# No tan breve, pero clarísima explicación de la mal llamada potencia RMS



## Kebra (Dic 9, 2009)

Bueno, estuve mirando a ver si ya estaba posteado, pero no lo vi. Si está, borrenlo, y si no, leanlo que está muy interesante, y no es necesario ser Einstein para entenderlo.
Lo posteo porque las explicaciones que vi son poco amigables para el aficionado.

La traducción es mía de un documento publicado en no se qué revista de audio yankee y lo postee en un foro de technics hace unos meses donde andaban medio en banda con esto.
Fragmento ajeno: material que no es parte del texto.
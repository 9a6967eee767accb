"""TIFF files as pages: mapped into memory, or decoded a row of strips or tiles at a time."""

import contextlib
import io
import json
import math
import struct
from functools import partial
from typing import BinaryIO

import numpy as np
import tifffile
from PIL import Jpeg2KImagePlugin, JpegImagePlugin

from mfeat._formats import ORIENTATION, TURNED
from mfeat._pages import MappedPage, Page, UnreadableImage

# Values of the tags PhotometricInterpretation, NewSubfileType and ExtraSamples that matter here
# (TIFF Revision 6.0, 1992, sections 3 to 6, 18 and 21).
_WHITE_IS_ZERO, _BLACK_IS_ZERO, _RGB, _PALETTE, _YCBCR = 0, 1, 2, 3, 6
_REDUCED, _MASK = 1, 4
_ALPHA_KINDS = (1, 2)
_JPEG = 7
_SIZED_CODECS = {
    _JPEG: JpegImagePlugin.JpegImageFile,
    **dict.fromkeys((33003, 33005, 34712), Jpeg2KImagePlugin.Jpeg2KImageFile),
}
_PHOTOMETRIC = 262
_NO_DATA = 42113  # registered for the no-data value of geographic rasters
_SEPARATE = 2


def tiff_pages(stream: BinaryIO, path: str | None) -> list[Page]:
    """Return the pages of a TIFF or BigTIFF file, without thumbnails and transparency masks."""
    stream.seek(0)
    try:
        tiff = tifffile.TiffFile(stream)
        found = list(tiff.pages)
    except (tifffile.TiffFileError, struct.error, ValueError, IndexError, KeyError) as error:
        raise UnreadableImage(f"damaged TIFF: {error}") from error
    if not found:
        raise UnreadableImage("damaged TIFF: no image directory can be read")
    _check_chain(tiff, found[-1].offset, len(found))
    pages, left_out = [], 0
    for number in range(len(found)):
        page = tiff.pages[number].aspage()
        if (planes := _planes(tiff, page, number)) > len(found) - number:
            raise UnreadableImage(
                f"TIFF with {planes} planes behind {len(found) - number} directory; save each "
                "plane as a page of its own"
            )
        if page.subfiletype & (_REDUCED | _MASK):
            left_out += 1
        else:
            pages.append(_page_of(tiff, page, path, number))
    if not pages:
        raise UnreadableImage("TIFF with thumbnails or masks only")
    if left_out:
        pages[0].notes += (f"{left_out} thumbnail or mask pages left out",)
    return pages


def _check_chain(tiff: tifffile.TiffFile, offset: int, number: int) -> None:
    """Refuse a file whose chain of directories breaks off: pages would be lost unnoticed."""
    handle = tiff.filehandle
    handle.seek(offset)
    count_size, entry, next_size = (8, 20, 8) if tiff.is_bigtiff else (2, 12, 4)
    order = "little" if tiff.byteorder == "<" else "big"
    count = int.from_bytes(handle.read(count_size), order)
    handle.seek(offset + count_size + count * entry)
    following = handle.read(next_size)
    if len(following) < next_size or int.from_bytes(following, order) != 0:
        raise UnreadableImage(
            f"truncated or damaged TIFF: the chain of directories breaks off after {number} pages"
        )


def _planes(tiff: tifffile.TiffFile, page: tifffile.TiffPage, number: int) -> int:
    """Return how many planes the remarks of a page promise; some have one directory for all."""
    if tiff.is_imagej:
        return int((tiff.imagej_metadata or {}).get("images", 1)) if number == 0 else 1
    if page.is_stk and (stack := page.tags.get(33629)) is not None:
        return int(stack.count)
    with contextlib.suppress(ValueError, TypeError, KeyError):
        shape = tuple(json.loads(page.shaped_description)["shape"])
        if shape[-len(page.shape) :] == page.shape:
            return math.prod(shape[: -len(page.shape)])
    return 1


def _page_of(tiff: tifffile.TiffFile, page: tifffile.TiffPage, path: str | None, number: int):
    photometric = int(page.photometric) if _PHOTOMETRIC in page.tags else _BLACK_IS_ZERO
    jpeg = int(page.compression) == _JPEG
    known = (_WHITE_IS_ZERO, _BLACK_IS_ZERO, _RGB, _PALETTE)
    if photometric not in known and not (photometric == _YCBCR and jpeg):
        raise UnreadableImage(
            f"page {number}: TIFF with colour model {page.photometric!s}; grey, RGB and palette "
            "images are read"
        )
    if page.dtype is None or page.imagedepth != 1 or 0 in page.shape:
        raise UnreadableImage(
            f"page {number}: TIFF with samples of {page.bitspersample} bits, format "
            f"{page.sampleformat!s}, shape {page.shape}; such pixels cannot be read"
        )
    palette = page.colormap if photometric == _PALETTE else None
    samples = 3 if palette is not None else page.samplesperpixel
    colour = photometric in (_RGB, _YCBCR) or palette is not None
    entries = 0 if palette is None else palette.shape[1]
    if photometric == _PALETTE and entries < 2**page.bitspersample:
        raise UnreadableImage(
            f"page {number}: damaged TIFF: a palette of {entries} colours for pixels of "
            f"{page.bitspersample} bits"
        )
    if colour and samples < 3:
        raise UnreadableImage(f"page {number}: damaged TIFF: colours of {samples} sample a pixel")
    own = 3 if colour else 1
    alpha = samples > own and any(kind in _ALPHA_KINDS for kind in page.extrasamples)
    notes: tuple[str, ...] = ()
    if photometric == _WHITE_IS_ZERO:
        notes += ("white is zero, inverted",)
        if page.dtype.kind not in "ub":
            raise UnreadableImage(
                f"page {number}: TIFF whose zero is white, with {page.dtype}; only unsigned "
                "integers can be inverted"
            )
    if ORIENTATION in page.tags and page.tags.valueof(ORIENTATION) != 1:
        notes += (TURNED,)
    offsets, sizes = page.dataoffsets, page.databytecounts
    if len(offsets) == 0 or len(offsets) != len(sizes):
        raise UnreadableImage(f"page {number}: damaged TIFF: no pixels")
    tall, wide = (page.tilelength, page.tilewidth) if page.is_tiled else (page.rowsperstrip, 1)
    if 0 in (tall, wide):
        raise UnreadableImage(f"page {number}: damaged TIFF: strips or tiles of no pixels")
    if len(offsets) != (expected := _segments(page)):
        raise UnreadableImage(
            f"page {number}: damaged TIFF: {len(offsets)} of {expected} strips or tiles"
        )
    end = tiff.filehandle.size
    if any(at + size > end for at, size in zip(offsets, sizes, strict=True)):
        raise UnreadableImage(
            f"page {number}: truncated TIFF: pixels reach to byte "
            f"{max(at + size for at, size in zip(offsets, sizes, strict=True))}, the file ends at "
            f"{end}"
        )
    what = {
        "shape": (page.imagelength, page.imagewidth),
        "samples": samples,
        "colour": colour,
        "alpha": alpha,
        "notes": notes,
        "missing": None if colour else _declared_missing(page),
    }
    plain = page.is_final and page.dtype.kind != "b" and photometric in (_BLACK_IS_ZERO, _RGB)
    if plain and path is not None and page.is_contiguous:
        if offsets[0] + page.nbytes > end:
            raise UnreadableImage(
                f"page {number}: truncated TIFF: pixels reach to byte {offsets[0] + page.nbytes}, "
                f"the file ends at {end}"
            )
        what["dtype"] = page.dtype.newbyteorder(tiff.byteorder)
        planes_first = page.samplesperpixel > 1 and int(page.planarconfig) == _SEPARATE
        return MappedPage(path, offsets[0], page.shape, "C", planes_first=planes_first, **what)
    if palette is not None:
        plain = {"shape": what["shape"], "samples": 1}
        what["labels"] = partial(_SegmentedPage, tiff, page, None, number, **plain)
    inverted = photometric == _WHITE_IS_ZERO
    return _SegmentedPage(tiff, page, palette, number, inverted, **what)


def _check_codec(page: tifffile.TiffPage, packed: bytes, place: str) -> None:
    """Refuse a strip or tile whose codec has a size of its own, larger than the directory says."""
    factory = _SIZED_CODECS.get(int(page.compression))
    if factory is None:
        return
    limit = page.tilelength * page.tilewidth if page.is_tiled else page.rowsperstrip
    limit *= 1 if page.is_tiled else page.imagewidth
    try:
        wide, tall = factory(io.BytesIO(packed)).size
    except Exception as error:  # Pillow has errors of many kinds for damaged headers
        raise UnreadableImage(f"damaged TIFF at {place}: {error}") from error
    if wide * tall > max(limit, 256 * 256):
        raise UnreadableImage(f"damaged TIFF at {place}: it holds {tall}x{wide} pixels")


def _declared_missing(page: tifffile.TiffPage) -> float | None:
    """Return the value that a raster declares as its no-data value, as text in a private tag."""
    try:
        value = float(page.tags.valueof(_NO_DATA))
    except (TypeError, ValueError):
        return None
    return value if math.isfinite(value) else None  # NaN is missing anyway


def _segments(page: tifffile.TiffPage) -> int:
    """Return how many strips or tiles a page needs."""
    planes, _, rows, cols, _ = page.shaped
    if page.is_tiled:
        return planes * math.ceil(rows / page.tilelength) * math.ceil(cols / page.tilewidth)
    return planes * math.ceil(rows / page.rowsperstrip)


class _SegmentedPage(Page):
    """A page in strips or tiles, compressed or packed, or in a file that cannot be mapped."""

    def __init__(self, tiff, page, palette, number, inverted=False, **what):
        cols = what["shape"][1]
        self._tall = page.tilelength if page.is_tiled else page.rowsperstrip
        self._tall = min(int(self._tall), what["shape"][0])
        super().__init__(
            dtype=np.dtype(np.uint16) if palette is not None else page.dtype,
            in_strips=True,
            # up to four samples are a pixel's worth of memory
            piece=max(self._tall * cols, page.tilelength * page.tilewidth * page.is_tiled)
            * math.ceil(page.samplesperpixel / 4),
            **what,
        )
        self._tiff, self._page, self._palette, self._number = tiff, page, palette, number
        self._inverted = inverted
        self._across = math.ceil(cols / page.tilewidth) if page.is_tiled else 1
        self._down = math.ceil(self.shape[0] / self._tall)
        self._latest: tuple[int, np.ndarray] | None = None

    def rows(self, start: int, stop: int) -> np.ndarray:
        """Decode what the rows need and return them; the latest row of tiles is kept."""
        parts = []
        for k in range(start // self._tall, math.ceil(stop / self._tall)):
            if self._latest is None or self._latest[0] != k:
                self._latest = (k, self._decode(k))
            top = k * self._tall
            parts.append(self._latest[1][max(start - top, 0) : stop - top])
        return parts[0] if len(parts) == 1 else np.concatenate(parts)

    def forget(self) -> None:
        """Let go of the latest row of strips or tiles."""
        self._latest = None

    def _decode(self, k: int) -> np.ndarray:
        """Return the rows of the k-th row of strips or tiles."""
        page = self._page
        planes, _, rows, cols, together = page.shaped
        tall = min(self._tall, rows - k * self._tall)
        out = np.empty((planes, tall, cols, together), dtype=page.dtype)
        for plane in range(planes):
            for across in range(self._across):
                index = (plane * self._down + k) * self._across + across
                data, (_, _, _, left, _) = self._segment(index)
                part = data[0, :tall, : cols - left]
                out[plane, :, left : left + part.shape[1]] = part
        pixels = out[0] if planes == 1 else np.moveaxis(out[..., 0], 0, -1)
        if self._palette is not None:
            return np.moveaxis(self._palette[:, pixels[..., 0].astype(np.intp)], 0, -1)
        if self._inverted:
            pixels = ~pixels if pixels.dtype.kind == "b" else self._white(pixels) - pixels
        return pixels[..., 0] if pixels.shape[2] == 1 else pixels

    def _white(self, pixels: np.ndarray) -> np.ndarray:
        return pixels.dtype.type(2**self._page.bitspersample - 1)

    def _segment(self, index: int):
        page = self._page
        offset, size = page.dataoffsets[index], page.databytecounts[index]
        kind = "tile" if page.is_tiled else "strip"
        place = f"page {self._number}, {kind} {index}"
        if offset == 0 or size == 0:
            raise UnreadableImage(f"TIFF without the pixels of {place}")
        handle = self._tiff.filehandle
        handle.seek(offset)
        packed = handle.read(size)  # before `page.decode` is made, which may move in the file
        _check_codec(page, packed, place)
        try:
            data, where, _ = page.decode(packed, index, jpegtables=page.jpegtables)
        except Exception as error:  # each codec has errors of its own
            raise UnreadableImage(f"damaged TIFF at {place}: {error}") from error
        return data, where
Es largo. Si no obvservan las imágenes, no lo van a entender.

Es interesante.

Acá vamos...

Potencia RMS

El significado de "Promedio".

Antes de entrar de lleno en el asunto, es importante explicar que significa "promedio".
Afortunadamente, su significado cuando se refiere a formas de onda es el mismo que para el común de las cosas. Si fuéramos a muestrear una forma de onda (es decir, un gráfico de voltaje, corriente, potencia, etc., en función del tiempo) en intervalos iguales de tiempo, sumando luego sus valores y dividiéndolos por el número de muestras, obtendríamos aproximadamente el valor promedio del voltaje, corriente, potencia, o lo que sea que la forma de onda represente. A menor intervalo de tiempo, mayor es la precisión del valor promedio. La operación matemática de integración es una forma de hallar cuál sería el valor promedio llevando esos intervalos de tiempo a niveles muy pequeños, cercanos a cero, y es necesaria si queremos calcular el valor promedio exacto de una forma de onda.
Para simplificar la explicación, voy a utilizar formas de onda cuadradas, lo que permite ver fácilmente sus valores promedios sin necesidad de utilizar la matemática.

Una forma de onda periódica es una onda que se repite en forma idéntica, una y otra vez. El período de la onda, o un ciclo, es el intervalo de tiempo que se repite. Si encontramos el promedio de un ciclo completo, entonces el promedio del ciclo siguiente será exactamente igual al primero. Si combinamos ambos ciclos y los sumamos, y al resultado lo dividimos por el numero de ciclos, obtenemos que el promedio de dos ciclos es igual al promedio de un ciclo. De manera que es relativamente simple obtener el promedio de una forma de onda periódica de larga duración calculando el promedio de un solo ciclo completo.

Potencia equivalente o disipada.

El otro concepto importante es la potencia equivalente o potencia disipada en forma de calor. Supongamos que aplicamos 5 watts a un resistor durante 10 segundos. La cantidad total de energía aplicada al resistor es 5 watts x 10 segundos = 50 watt-seg = 50 Joules. Esto, por supuesto, eleva la temperatura del resistor. Cuánto eleva la temperatura en grados, depende de la masa del resistor, cuan rápidamente fue aplicada la energía, y que tan rápido el calor puede moverse por conducción, convexión y radiación. No nos interesa para esta explicación calcular el valor exacto del aumento de temperatura. Lo importante aquí es que el total de la energía disipada por el resistor es el total de la energía aplicada a él.

Consideremos el siguiente circuito, donde el interruptor cierra y abre en un período de 10 segundos, continuamente:




El voltaje aplicado al resistor sería el siguiente:




Y la potencia disipada por el resitor sería la siguiente:




Esta segunda forma de onda en función del tiempo muestra la potencia instantánea, es decir, la potencia entregada al resistor en cada instante de tiempo. Esta sobreentendido que cada vez que varía el voltaje y la corriente en el tiempo, también lo hace la potencia. Pero es obvio que cuando el interruptor está abierto, no está siendo entregada potencia al resistor. Es muy importante darnos cuenta de ésto, porque nos va a permitir hallar el nivel preciso de energía que está siendo transferida, así como también calcular otras magnitudes importantes.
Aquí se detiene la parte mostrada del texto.